On March 7, she said she got “knocked off my feet” with COVID-19.

For three weeks, and with three young children at home, she was desperately sick in bed at her home. She said she got two weeks of state sick time and used up the rest of her work sick time. She said “fellow officers were denied workers compensation.

"We deserve better,” she said, noting that the state Department of corrections was “very, very slow to get PPE” to officers. “That’s why a lot of people tested positive at Cheshire,” she said citing the lack of PPE. She said masks were given out well after she tested positive.

Ligi is a member of AFSCME Local 387.

Letters to Lamont

The AFL-CIO Connecticut, and state Senate and House Democrats all wrote Lamont about workers comp for frontline essential workers who have contracted the disease.
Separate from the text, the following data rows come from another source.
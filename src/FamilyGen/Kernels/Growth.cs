using System;

namespace FamilyGen.Kernels;

/// <summary>The ranks of the asymptotic scale in which an exponent is expanded at an end of the support, from the
/// strongest down. At an infinite end they are functions of |x| → ∞, at a finite end functions of 1/distance → ∞:
/// there log x at 0 with coefficient θ is the rank <see cref="Log"/> with coefficient −θ.</summary>
public enum GrowthKind
{
    /// <summary>exp(order·|x|), order &gt; 0.</summary>
    Exponential = 6,

    /// <summary>|x|^order, order &gt; 0.</summary>
    Power = 5,

    /// <summary>|x|^order · log |x|, order &gt; 0 (between |x|^order and higher powers).</summary>
    PowerTimesLog = 4,

    /// <summary>(log |x|)^order, order &gt; 1.</summary>
    LogPower = 3,

    /// <summary>log |x|.</summary>
    Log = 2,

    /// <summary>log log |x|.</summary>
    LogLog = 1,

    /// <summary>Bounded.</summary>
    Bounded = 0,
}

/// <summary>How fast a function grows at an end.</summary>
/// <param name="Kind">The rank of the scale.</param>
/// <param name="Order">The exponent within the rank.</param>
public readonly record struct Growth(GrowthKind Kind, double Order = 1)
{
    /// <summary>|x|, or 1/distance.</summary>
    internal static Growth Linear { get; } = new(GrowthKind.Power);

    internal static Growth Log { get; } = new(GrowthKind.Log);

    internal static Growth LogLog { get; } = new(GrowthKind.LogLog);

    /// <summary>The same growth under the name it has in the scale: |x|⁰·log |x| and (log |x|)¹ are log |x|, and an order
    /// of 0 or less is bounded. Orders that come from known values need it.</summary>
    internal Growth Canonical() => Kind switch
    {
        GrowthKind.Log or GrowthKind.LogLog or GrowthKind.Bounded => new(Kind),
        GrowthKind.PowerTimesLog when Order == 0 => Log,
        GrowthKind.LogPower when Order == 1 => Log,
        _ => Order > 0 ? this : default,
    };

    /// <summary>Positive when <paramref name="a"/> outgrows <paramref name="b"/>, both canonical; 0 when they are one rank.</summary>
    internal static int CompareStrength(Growth a, Growth b)
    {
        var byClass = Class(a.Kind).CompareTo(Class(b.Kind));
        if (byClass != 0)
            return byClass;
        var byOrder = a.Order.CompareTo(b.Order);
        return byOrder != 0 ? byOrder : TimesLog(a.Kind).CompareTo(TimesLog(b.Kind));
    }

    /// <summary>What |f|^power, for f of this growth, adds to the coefficient of <paramref name="rank"/> as a factor of
    /// the density: |x|^p = exp(p log |x|), (log |x|)^j = exp(j log log |x|), exp(k|x|)^power = exp(power·k|x|).</summary>
    internal double AsFactor(double power, Growth rank) => (Kind, rank.Kind) switch
    {
        (GrowthKind.Exponential, GrowthKind.Power) when rank.Order == 1 => power * Order,
        (GrowthKind.Power or GrowthKind.PowerTimesLog, GrowthKind.Log) => power * Order,
        (GrowthKind.LogPower, GrowthKind.LogLog) => power * Order,
        (GrowthKind.PowerTimesLog or GrowthKind.Log, GrowthKind.LogLog) => power,
        _ => 0,
    };

    // powers with and without a logarithm interleave by their order
    private static GrowthKind Class(GrowthKind kind) => kind == GrowthKind.PowerTimesLog ? GrowthKind.Power : kind;

    private static int TimesLog(GrowthKind kind) => kind == GrowthKind.PowerTimesLog ? 1 : 0;
}
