namespace FamilyGen.Kernels;

/// <summary>The arithmetic in which generated formulas are written once and evaluated as plain numbers
/// (Scalar), guaranteed ranges (Bounds) or numbers with first and second derivatives
/// (Jet).</summary>
public interface IArithmetic<TSelf>
    where TSelf : struct, IArithmetic<TSelf>
{
    /// <summary>A constant.</summary>
    static abstract implicit operator TSelf(double value);

    /// <summary>Sum.</summary>
    static abstract TSelf operator +(TSelf a, TSelf b);

    /// <summary>Difference.</summary>
    static abstract TSelf operator -(TSelf a, TSelf b);

    /// <summary>Product.</summary>
    static abstract TSelf operator *(TSelf a, TSelf b);

    /// <summary>Quotient.</summary>
    static abstract TSelf operator /(TSelf a, TSelf b);

    /// <summary>Negation.</summary>
    static abstract TSelf operator -(TSelf a);

    /// <summary>eᵃ.</summary>
    static abstract TSelf Exp(TSelf a);

    /// <summary>Natural logarithm.</summary>
    static abstract TSelf Log(TSelf a);

    /// <summary>aᵇ for a constant exponent; any a when b is an integer, else a ≥ 0.</summary>
    static abstract TSelf Pow(TSelf a, double b);

    /// <summary>aᵇ for a variable exponent, a &gt; 0.</summary>
    static abstract TSelf Pow(TSelf a, TSelf b);

    /// <summary>Sine.</summary>
    static abstract TSelf Sin(TSelf a);

    /// <summary>Cosine.</summary>
    static abstract TSelf Cos(TSelf a);

    /// <summary>Absolute value; its derivative at 0 is taken as 0.</summary>
    static abstract TSelf Abs(TSelf a);

    /// <summary>log Γ(a), a &gt; 0.</summary>
    static abstract TSelf LogGamma(TSelf a);

    /// <summary>ψ(a) = d/da log Γ(a), a &gt; 0.</summary>
    static abstract TSelf Digamma(TSelf a);

    /// <summary>ψ(a + shift) − ψ(a), the derivative of log Γ(a + shift) − log Γ(a); a and a + shift &gt; 0.</summary>
    static virtual TSelf DigammaDifference(TSelf a, double shift) => TSelf.Digamma(a + shift) - TSelf.Digamma(a);

    /// <summary>An unknown value: NaN, or the whole line.</summary>
    static abstract TSelf Unknown { get; }
}
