using System;
using System.Collections.Generic;
using System.Linq;
using FamilyGen.Generator.Algebra;
using FamilyGen.Generator.Diagnostics;
using FamilyGen.Generator.Model;

namespace FamilyGen.Generator.Verdicts;

/// <summary>FG0204: statistics between which an affine relation holds wherever observations can occur.</summary>
internal static class DependenceRule
{
    public static IEnumerable<Finding> Find(FamilyDeclaration declaration, NormalForm form)
    {
        if (StatisticRelations.Find(declaration, form) is not { } relation)
            yield break;
        var statistic = form.Statistics[relation.Index];
        var name = Name(declaration, statistic);
        var place = declaration.IsTrade
            ? KernelPlace.Of(declaration, statistic.Body)
            : declaration.Statistics[relation.Index].Body.Origin;
        var isConstant = relation.Weights.All(w => w.Length == 0);
        yield return new Finding(DiagnosticIds.Dependent, place, EquatableArray.Of(
            Equation(relation, form.Statistics.Select(s => Name(declaration, s)).ToList()),
            isConstant
                ? $"'{name}' does not vary, so leave it out"
                : $"leave out '{name}', or replace it by a function that the others do not determine"));
    }

    private static string Name(FamilyDeclaration declaration, Statistic statistic) =>
        declaration.IsTrade ? Rendering.Text(statistic.Body) : statistic.Name;

    /// <summary>Calm + Breeze + Gale = 1: what is subtracted on one side is added on the other.</summary>
    private static string Equation(StatisticRelation relation, List<string> names)
    {
        var left = new List<string> { Times(relation.Multiple, names[relation.Index]) };
        var right = new List<string>();
        for (var i = 0; i < relation.Weights.Count; i++)
        {
            var weight = relation.Weights[i];
            if (weight.Length == 0)
                continue;
            var isNegative = weight.StartsWith("−", StringComparison.Ordinal) && !weight.Contains(' ');
            (isNegative ? left : right).Add(Times(isNegative ? weight.Substring(1) : weight, names[i]));
        }

        // The statistics in the order in which they were declared.
        if (left.Count > 1)
            left = [.. left.Skip(1), left[0]];
        var sum = string.Join(" + ", right);
        if (relation.Constant.StartsWith("−", StringComparison.Ordinal) && sum.Length > 0)
            sum += " − " + relation.Constant.Substring(1);
        else if (relation.Constant.Length > 0)
            sum += (sum.Length > 0 ? " + " : "") + relation.Constant;
        return string.Join(" + ", left) + " = " + (sum.Length > 0 ? sum : "0");
    }

    private static string Times(string weight, string name) => weight switch
    {
        "1" => name,
        _ when weight.Contains(' ') || weight.Contains('/') => $"({weight})·{name}",
        _ => $"{weight}·{name}",
    };
}
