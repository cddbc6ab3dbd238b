using System;
using FamilyGen.Special;

namespace FamilyGen.Kernels;

public static partial class Residual
{
    /// <summary>For log Γ(w + shift) − log Γ(w), whose two parts grow as w log w and cancel down to shift·log w.</summary>
    /// <remarks>From 10 on shift·log w and a rest of about shift(shift − 1)/(2w), so small that its plain difference is
    /// exact enough; below, both are moved up by log Γ(w) = log Γ(w + 1) − log w. Where the shift is large beside w nothing cancels
    /// and the two are taken apart. The slope is <see cref="Special.LogGammaRatio.Derivative"/>.</remarks>
    public static double LogGammaRatio(double w, double shift, double step)
    {
        var end = w + step;
        if (!(shift > -0.5 * Math.Min(w, end)) || shift > 0.5 * Math.Max(w, end))
            return LogGamma(w + shift, step) - LogGamma(w, step);
        var sum = 0.0;
        while (Math.Min(Math.Min(w, end), Math.Min(w, end) + shift) < StirlingFrom)
        {
            sum -= Log(w + shift, end + shift, step) - Log(w, end, step);
            w++;
            end++;
        }

        return sum + shift * Log(w, end, step)
            + (Special.LogGammaRatio.Bend(end, shift) - Special.LogGammaRatio.Bend(w, shift) - Special.LogGammaRatio.BendSlope(w, shift) * step);
    }
}
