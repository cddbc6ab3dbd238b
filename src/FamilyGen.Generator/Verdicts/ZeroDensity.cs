using System.Linq;
using FamilyGen.Generator.Algebra;

namespace FamilyGen.Generator.Verdicts;

/// <summary>Whether a log-kernel is −∞, and so the density zero, once one of its conditionals takes a given branch.</summary>
internal sealed class ZeroDensity
{
    private readonly Conditional _piece;
    private readonly Expression _branch;

    private ZeroDensity(Conditional piece, Expression branch) => (_piece, _branch) = (piece, branch);

    public static bool Follows(Expression kernel, Conditional piece, Expression branch) =>
        new ZeroDensity(piece, branch).InfinitySign(kernel) < 0;

    /// <summary>−1 or 1 where the formula is −∞ or +∞, 0 where that cannot be said.</summary>
    private int InfinitySign(Expression expression)
    {
        switch (expression)
        {
            case Constant { Value: double.NegativeInfinity }:
                return -1;
            case Constant { Value: double.PositiveInfinity }:
                return 1;
            case Sum sum:
                return sum.Terms.Select(InfinitySign).FirstOrDefault(s => s != 0);
            case Product product:
                var signs = product.Factors.Select(InfinitySign).Where(s => s != 0).ToList();
                return signs.Count == 0 ? 0 : signs.Concat(product.Factors.Where(IsNegative).Select(_ => -1)).Aggregate((a, b) => a * b);
            case Call { Function: Function.Log } log:
                return IsZero(log.Arguments[0]) ? -1 : 0;
            case Conditional choice when ReferenceEquals(choice, _piece):
                return InfinitySign(_branch);
            default:
                return 0;
        }
    }

    private bool IsZero(Expression expression) => expression switch
    {
        Number { Value: { IsZero: true } } => true,
        Sum sum => sum.Terms.All(IsZero),
        Product product => product.Factors.Any(IsZero),
        Power { Exponent: Number { Value.Sign: > 0 } } power => IsZero(power.Base),
        Call { Function: Function.Exp } exp => InfinitySign(exp.Arguments[0]) < 0,
        Conditional choice when ReferenceEquals(choice, _piece) => IsZero(_branch),
        _ => false,
    };

    private static bool IsNegative(Expression factor) => factor is Number { Value.Sign: < 0 };
}
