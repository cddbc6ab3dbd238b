using System.Collections.Generic;
using FamilyGen.Generator.Algebra;
using FamilyGen.Generator.Diagnostics;
using FamilyGen.Generator.Model;

namespace FamilyGen.Generator.Verdicts;

/// <summary>FG0405: some parameters with a finite normalizer lie on the boundary of their set.</summary>
internal static class OpenSetRule
{
    public static IEnumerable<Finding> Find(FamilyDeclaration declaration, NormalForm form)
    {
        var sets = new NaturalSets(declaration, form);
        if (sets.IsVerified && sets.Face() is { } face)
            yield return new Finding(DiagnosticIds.NotOpen, -1, EquatableArray.Of(sets.Asked(face)));
    }
}
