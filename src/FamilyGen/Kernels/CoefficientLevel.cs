using System;
using System.Collections.Immutable;
using System.Linq;

namespace FamilyGen.Kernels;

/// <summary>One rank of an exponent at an end and the bound that its coefficient must stay below.</summary>
internal sealed class CoefficientLevel
{
    public CoefficientLevel(Growth growth, Rank[] ranks, double bound)
    {
        Growth = growth;
        Bound = bound;
        Constant = ranks.Sum(rank => rank.Constant);
        var weights = new double[ranks.Max(rank => rank.Weights.Length)];
        foreach (var rank in ranks)
            for (var j = 0; j < rank.Weights.Length; j++)
                weights[j] += rank.Weights[j];
        Weights = [.. weights];
        IsFixed = weights.All(weight => weight == 0);
        Text = string.Join(" + ", ranks.Select(rank => rank.Text).Where(text => text != "0"));
    }

    public Growth Growth { get; }

    public ImmutableArray<double> Weights { get; }

    public double Constant { get; }

    public double Bound { get; }

    /// <summary>The coefficient as a person would write it.</summary>
    public string Text { get; }

    /// <summary>Whether no parameter enters the coefficient.</summary>
    public bool IsFixed { get; }

    /// <summary>The coefficient with an extra contribution, less its bound.</summary>
    public double Excess(ReadOnlySpan<double> theta, double extra) => Excess(Weights, theta, Constant, extra - Bound);

    /// <summary>Σ weightⱼθⱼ + constant + offset, summed in twice the working precision: zero exactly when the parameters
    /// make it so.</summary>
    public static double Excess(ImmutableArray<double> weights, ReadOnlySpan<double> theta, double constant, double offset)
    {
        var sum = (TwoSum)constant + offset;
        for (var j = 0; j < weights.Length; j++)
            sum += (TwoSum)weights[j] * theta[j];
        return sum.High + sum.Low;
    }
}
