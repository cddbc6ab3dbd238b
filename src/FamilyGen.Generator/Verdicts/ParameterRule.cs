using System.Collections.Generic;
using System.Linq;
using FamilyGen.Generator.Diagnostics;
using FamilyGen.Generator.Model;

namespace FamilyGen.Generator.Verdicts;

/// <summary>FG0201: a statistic or base measure that takes or reads a parameter.</summary>
internal static class ParameterRule
{
    public static IEnumerable<Finding> Find(FamilyReading reading) => reading.Dependencies
        .Where(d => d.Kind == DependencyKind.Parameter && d.Role is MemberRole.Statistic or MemberRole.BaseMeasure)
        .Select(d => new Finding(DiagnosticIds.StatisticOnParameter, d.Origin, EquatableArray.Of(d.Member, d.Name, d.PathText)));
}
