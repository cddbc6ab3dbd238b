using System;
using System.Collections.Generic;
using System.Linq;

namespace FamilyGen.Kernels;

/// <summary>How the integral near an end was decided.</summary>
/// <param name="Converges">Whether it is finite.</param>
/// <param name="IsStrict">Whether nearby parameters are decided in the same way.</param>
internal readonly record struct Decision(bool Converges, bool IsStrict);

/// <summary>The asymptotic scale at one end, strongest rank first.</summary>
/// <remarks>The integral is decided by the first rank whose coefficient differs from its bound: 0 for ranks above the
/// logarithm; for the logarithm −1 at an infinite end (∫ xᶜ dx) and 1 at a finite end (∫ d⁻ᶜ dd, d the distance); at that
/// bound ∫ (log x)ᵈ dx/x is left, so −1 for log log; at this last bound the integral diverges.</remarks>
internal sealed class EndScale
{
    public EndScale(EndGrowth end)
    {
        End = end;

        // Factors of the density may raise these ranks even where the exponent has none of them.
        Rank[] always = [new(Growth.Linear, [], 0, "0"), new(Growth.Log, [], 0, "0"), new(Growth.LogLog, [], 0, "0")];
        Levels = end.Ranks.Concat(always)
            .GroupBy(rank => rank.Growth.Canonical())
            .Where(ranks => ranks.Key.Kind != GrowthKind.Bounded)
            .OrderByDescending(ranks => ranks.Key, Comparer<Growth>.Create(Growth.CompareStrength))
            .Select(ranks => new CoefficientLevel(ranks.Key, [.. ranks], Bound(ranks.Key.Kind)))
            .ToArray();
    }

    public EndGrowth End { get; }

    public CoefficientLevel[] Levels { get; }

    /// <summary>Whether ∫ |f|^power·|g|^otherPower·exp(exponent) is finite near the end, for factors f and g of the
    /// growth given.</summary>
    public Decision Decide(
        ReadOnlySpan<double> theta, Growth factor = default, double power = 0, Growth other = default, double otherPower = 0)
    {
        var strict = true;
        foreach (var level in Levels)
        {
            var extra = factor.AsFactor(power, level.Growth) + other.AsFactor(otherPower, level.Growth);
            var excess = level.Excess(theta, extra);
            if (excess != 0)
                return new(excess < 0, strict);
            strict &= level.IsFixed;
        }

        return new(false, strict);
    }

    private double Bound(GrowthKind kind) => kind switch
    {
        GrowthKind.Log => End.IsInfinite ? -1 : 1,
        GrowthKind.LogLog => -1,
        _ => 0,
    };
}
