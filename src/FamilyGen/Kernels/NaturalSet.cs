using System;
using System.Collections.Immutable;

namespace FamilyGen.Kernels;

/// <summary>The ranks of the asymptotic scale in which an exponent is expanded at an end of the support, from the
/// strongest down. At an infinite end they are functions of |x| → ∞, at a finite end functions of 1/distance → ∞.</summary>
public enum GrowthKind
{
    /// <summary>exp(order·|x|), order &gt; 0.</summary>
    Exponential = 6,

    /// <summary>|x|^order, order &gt; 1, or any order &gt; 0 above a logarithm.</summary>
    Power = 5,

    /// <summary>|x|^order · log |x|, order &gt; 0 (between |x|^order and higher powers).</summary>
    PowerTimesLog = 4,

    /// <summary>(log |x|)^order, order &gt; 1.</summary>
    LogPower = 3,

    /// <summary>log |x|.</summary>
    Log = 2,

    /// <summary>log log |x|.</summary>
    LogLog = 1,

    /// <summary>Bounded.</summary>
    Bounded = 0,
}

/// <summary>How fast a function grows at an end.</summary>
/// <param name="Kind">The rank of the scale.</param>
/// <param name="Order">The exponent within the rank.</param>
public readonly record struct Growth(GrowthKind Kind, double Order = 1);

/// <summary>One rank of the exponent at an end: its coefficient there is Σ weightⱼθⱼ + constant.</summary>
/// <param name="Growth">The function of x.</param>
/// <param name="Weights">One weight for each natural parameter.</param>
/// <param name="Constant">The contribution of the base measure.</param>
/// <param name="Text">The coefficient as a person would write it: "1 − crowding".</param>
public sealed record Rank(Growth Growth, ImmutableArray<double> Weights, double Constant, string Text);

/// <summary>The expansion of the exponent at one end of one piece of the support, strongest rank first.</summary>
/// <param name="Where">The end as a person would name it: "x → ∞", "x → 0".</param>
/// <param name="IsInfinite">Whether the end lies at ±∞.</param>
/// <param name="IsUpper">Whether it is the upper end.</param>
/// <param name="Ranks">The ranks, strongest first; one that is absent has coefficient 0.</param>
/// <param name="Statistics">The growth of |T₀| … |T_{k−1}|, |log h| at this end.</param>
public sealed record EndGrowth(string Where, bool IsInfinite, bool IsUpper, ImmutableArray<Rank> Ranks, ImmutableArray<Growth> Statistics);

/// <summary>The set of natural parameters: those for which every end of the support converges.</summary>
public sealed class NaturalSet(ImmutableArray<EndGrowth> ends)
{
    /// <summary>The ends of the support and of its pieces.</summary>
    public ImmutableArray<EndGrowth> Ends { get; } = ends;
}
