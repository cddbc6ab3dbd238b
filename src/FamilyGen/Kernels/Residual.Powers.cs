using System;
using FamilyGen.Special;

namespace FamilyGen.Kernels;

public static partial class Residual
{
    /// <summary>For wⁿ with an integer exponent; w ≠ 0 when n &lt; 0.</summary>
    /// <remarks>For n ≥ 2 it is step²·Qₙ with Q₂ = 1, Qₙ₊₁ = (w + step)Qₙ + n·wⁿ⁻¹; for n = −m with q = w/(w + step) and
    /// δ = step/w it is wⁿ·Pₘ with P₀ = 0, Pₘ₊₁ = qPₘ + (m + 1)qδ²: where w and w + step have one sign, every term is
    /// positive.</remarks>
    public static double Power(double w, double step, int n)
    {
        if (n is 0 or 1)
            return 0;
        if (Math.Abs((long)n) > 64)
            return HighPower(w, step, n);
        var end = w + step;
        if (n < 0)
            return Math.Pow(w, n) * InversePower(w / end, step / w * (step / end), -n);
        var (sum, power) = (1.0, w);
        for (var k = 2; k < n; k++)
        {
            sum = (end * sum) + (k * power);
            power *= w;
        }

        return step * step * sum;
    }

    /// <summary>For wᵖ, w &gt; 0 and w + step ≥ 0.</summary>
    public static double Power(double w, double step, double p)
    {
        if (p is >= -64 and <= 64 && p == Math.Floor(p))
            return Power(w, step, (int)p);
        var ratio = LogRatio(w, w + step, step);
        return IsFar(ratio, p) ? Difference(w, step, p) : Math.Pow(w, p) * PowerOfRatio(ratio, p);
    }

    /// <summary>For wᵖ, w the distance to an end.</summary>
    public static double PowerAtEnd(double w, double ratio, double p)
    {
        if (!IsFar(ratio, p))
            return Math.Pow(w, p) * PowerOfRatio(ratio, p);
        var scale = Math.Pow(w, p);
        return Math.Exp(p * (Math.Log(w) + ratio)) - scale - (p * scale * Elementary.ExpM1(ratio));
    }

    // eᵖᵗ − 1 − p(eᵗ − 1), with the two terms of one sign where p < 0 (first form) or p > 1 (second form)
    private static double PowerOfRatio(double t, double p)
    {
        if (p < 0.5)
            return Elementary.ExpM1Minus(p * t) - (p * Elementary.ExpM1Minus(t));
        var q = p - 1;
        return Math.Exp(t) * (Elementary.ExpM1Minus(q * t) + (q * Elementary.ExpM1Minus(-t)));
    }

    // whether one of the three terms outweighs the others, so that they may be subtracted as they are
    private static bool IsFar(double t, double p) => Math.Abs((p < 0.5 ? p : p - 1) * t) > 4;

    private static double Difference(double w, double step, double p) =>
        Math.Pow(w + step, p) - Math.Pow(w, p) - (p * Math.Pow(w, p - 1) * step);

    private static double HighPower(double w, double step, int n)
    {
        if (w * (w + step) <= 0)
            return Difference(w, step, n);
        var sign = w < 0 && int.IsOddInteger(n) ? -1 : 1;
        return sign * Power(Math.Abs(w), Math.Sign(w) * step, (double)n);
    }

    // (1 + δ)⁻ᵐ − 1 + mδ for q = 1/(1 + δ), growth = qδ²
    private static double InversePower(double q, double growth, int m)
    {
        var sum = 0.0;
        for (var k = 1; k <= m; k++)
            sum = (q * sum) + (k * growth);
        return sum;
    }
}
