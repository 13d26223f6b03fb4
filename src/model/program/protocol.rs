//! Points to bytes, bytes to answers.

use super::spec::ProgramFormat;

/// Digits of a line that a message shows.
const SHOWN: usize = 120;

/// The shortest decimal that reads back to the same double; `nan`, `inf`, `-inf`.
pub(crate) fn decimal(x: f64) -> String {
    let mut text = Vec::new();
    put_decimal(&mut text, x);
    String::from_utf8_lossy(&text).into_owned()
}

fn put_decimal(out: &mut Vec<u8>, x: f64) {
    if x.is_nan() {
        out.extend_from_slice(b"nan");
        return;
    }
    out.extend_from_slice(ryu::Buffer::new().format(x).as_bytes());
    if out.ends_with(b".0") {
        out.truncate(out.len() - 2);
    }
}

/// Points, `width` values each, as lines.
pub(crate) fn text_lines(out: &mut Vec<u8>, values: &[f64], width: usize) {
    for point in values.chunks_exact(width) {
        for (j, &value) in point.iter().enumerate() {
            if j > 0 {
                out.push(b' ');
            }
            put_decimal(out, value);
        }
        out.push(b'\n');
    }
}

/// A whole batch of the `f64` format.
pub(crate) fn f64_batch(values: &[f64], width: usize) -> Vec<u8> {
    let n = values.len() / width.max(1);
    let mut bytes = Vec::with_capacity(8 + 8 * values.len());
    bytes.extend((n as u64).to_le_bytes());
    values.iter().for_each(|value| bytes.extend(value.to_le_bytes()));
    bytes
}

/// What an answer should have been.
#[derive(Debug, Clone, PartialEq, Eq)]
pub(crate) struct Unreadable {
    /// The line, cut where it is long.
    pub(crate) line: String,
    /// What is wrong with it.
    pub(crate) reason: String,
}

/// Cuts a stream of bytes into answers of `width` numbers.
#[derive(Debug)]
pub(crate) struct Answers {
    format: ProgramFormat,
    width: usize,
    rest: Vec<u8>,
}

impl Answers {
    pub(crate) fn new(format: ProgramFormat, width: usize) -> Self {
        Self { format, width, rest: Vec::new() }
    }

    /// Adds `bytes`; whole answers go to `out`. An answer that is cut off stays for the bytes to come.
    pub(crate) fn take(&mut self, bytes: &[u8], out: &mut Vec<f64>) -> Result<(), Unreadable> {
        self.rest.extend_from_slice(bytes);
        let used = match self.format {
            ProgramFormat::Text => self.lines(out)?,
            ProgramFormat::F64 => self.doubles(out),
        };
        self.rest.drain(..used);
        Ok(())
    }

    fn lines(&self, out: &mut Vec<f64>) -> Result<usize, Unreadable> {
        let mut used = 0;
        while let Some(length) = self.rest[used..].iter().position(|&byte| byte == b'\n') {
            let line = &self.rest[used..used + length];
            let before = out.len();
            if let Err(reason) = read_line(line, self.width, out) {
                out.truncate(before);
                return Err(Unreadable { line: shown(line), reason });
            }
            used += length + 1;
        }
        Ok(used)
    }

    fn doubles(&self, out: &mut Vec<f64>) -> usize {
        let each = 8 * self.width;
        let whole = self.rest.len() / each * each;
        let numbers = self.rest[..whole].as_chunks::<8>().0;
        out.extend(numbers.iter().map(|bytes| f64::from_le_bytes(*bytes)));
        whole
    }
}

fn read_line(line: &[u8], width: usize, out: &mut Vec<f64>) -> Result<(), String> {
    let Ok(text) = std::str::from_utf8(line) else { return Err("it is not UTF-8 text".into()) };
    let mut found = 0;
    for word in text.split_ascii_whitespace() {
        let Ok(number) = word.parse::<f64>() else {
            return Err(format!("\"{}\" is no number", shown(word.as_bytes())));
        };
        out.push(number);
        found += 1;
    }
    match found {
        0 => Err("it is empty".into()),
        n if n == width => Ok(()),
        n => Err(format!(
            "it has {n} number{}, and {width} {} expected",
            if n == 1 { "" } else { "s" },
            if width == 1 { "is" } else { "are" }
        )),
    }
}

/// A line for a message.
fn shown(line: &[u8]) -> String {
    let text = String::from_utf8_lossy(line);
    let text = text.trim_end();
    let cut: String = text.chars().take(SHOWN).collect();
    if cut.len() < text.len() { format!("{cut}...") } else { cut }
}

#[cfg(test)]
mod tests {
    use super::*;

    #[test]
    fn numbers_are_short_and_read_back() {
        for (x, want) in [(0.1, "0.1"), (-3.0, "-3"), (1e300, "1e300"), (5e-324, "5e-324"), (f64::NAN, "nan")] {
            assert_eq!(decimal(x), want);
        }
        let mut lines = Vec::new();
        text_lines(&mut lines, &[0.1, f64::INFINITY, 1.0 / 3.0, -0.0], 2);
        assert_eq!(lines, b"0.1 inf\n0.3333333333333333 -0\n");
    }

    #[test]
    fn answers_come_whole_however_they_are_cut() {
        let text = b"1 2.5\n nan\t-inf \r\n1e-3 7\nhalf";
        for cut in 1..text.len() {
            let mut answers = Answers::new(ProgramFormat::Text, 2);
            let mut found = Vec::new();
            text.chunks(cut).for_each(|piece| answers.take(piece, &mut found).unwrap());
            assert_eq!(found.len(), 6, "cut at {cut}");
            assert!(found[2].is_nan() && found[3] == f64::NEG_INFINITY && found[5] == 7.0);
        }
        let bytes: Vec<u8> = [1.0_f64, 2.0, 3.0].iter().flat_map(|x| x.to_le_bytes()).collect();
        let mut answers = Answers::new(ProgramFormat::F64, 2);
        let mut found = Vec::new();
        bytes.chunks(5).for_each(|piece| answers.take(piece, &mut found).unwrap());
        assert_eq!(found, [1.0, 2.0]);
    }

    #[test]
    fn wrong_lines_are_told() {
        for (line, want) in [
            ("Tank 1.0\n", "\"Tank\" is no number"),
            ("1 2 3\n", "it has 3 numbers, and 2 are expected"),
            ("1\n", "it has 1 number, and 2 are expected"),
            ("\n", "it is empty"),
        ] {
            let mut found = Vec::new();
            let error =
                Answers::new(ProgramFormat::Text, 2).take(format!("5 6\n{line}").as_bytes(), &mut found).unwrap_err();
            assert_eq!((error.reason.as_str(), found.as_slice()), (want, &[5.0, 6.0][..]));
            assert_eq!(error.line, line.trim_end());
        }
    }
}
“For weeks, we have asked you and your staff to act on their behalf by creating an irrebuttable workers' compensation presumption. This would allow them to access the healthcare, wage replacement, disability and God forbid, death benefits should they contract COVID-19. There is no reason that these workers, who are doing the jobs no one else can or will do, should have to endure the stress of having their claims denied and being forced to wage an appeal during one of the most dangerous and frightening times of their lives,” union president Luciano wrote.

“Your own Department of Insurance appreciates the urgency of this situation, having fast tracked no-cost life insurance policies for health care workers. That's commendable, but we need to do just as much for those who are ill, because they acquired COVID-19 at work.”

Senate Democrats told Lamont in a letter that the state “must demonstrate our support for the few workers whose jobs are essential enough to require them to risk exposure to COVID-19 by reporting to work.”

Democratic legislators said Lamont should exercise his power to modify the Workers' Compensation Act to state that essential workers who have regular interaction with co-workers or strangers during the pandemic, that test positive for COVID-19, or are diagnosed by their health care provider as having likely contracted the virus, shall be presumed to have acquired the virus on the job.

House Democrats said that while, “There is much we cannot control about this pandemic, but making sure workers have an irrefutable workers’ compensation is one thing we can do. We urge you to quickly issue an executive order providing that presumption those frontline workers so desperately need and deserve.”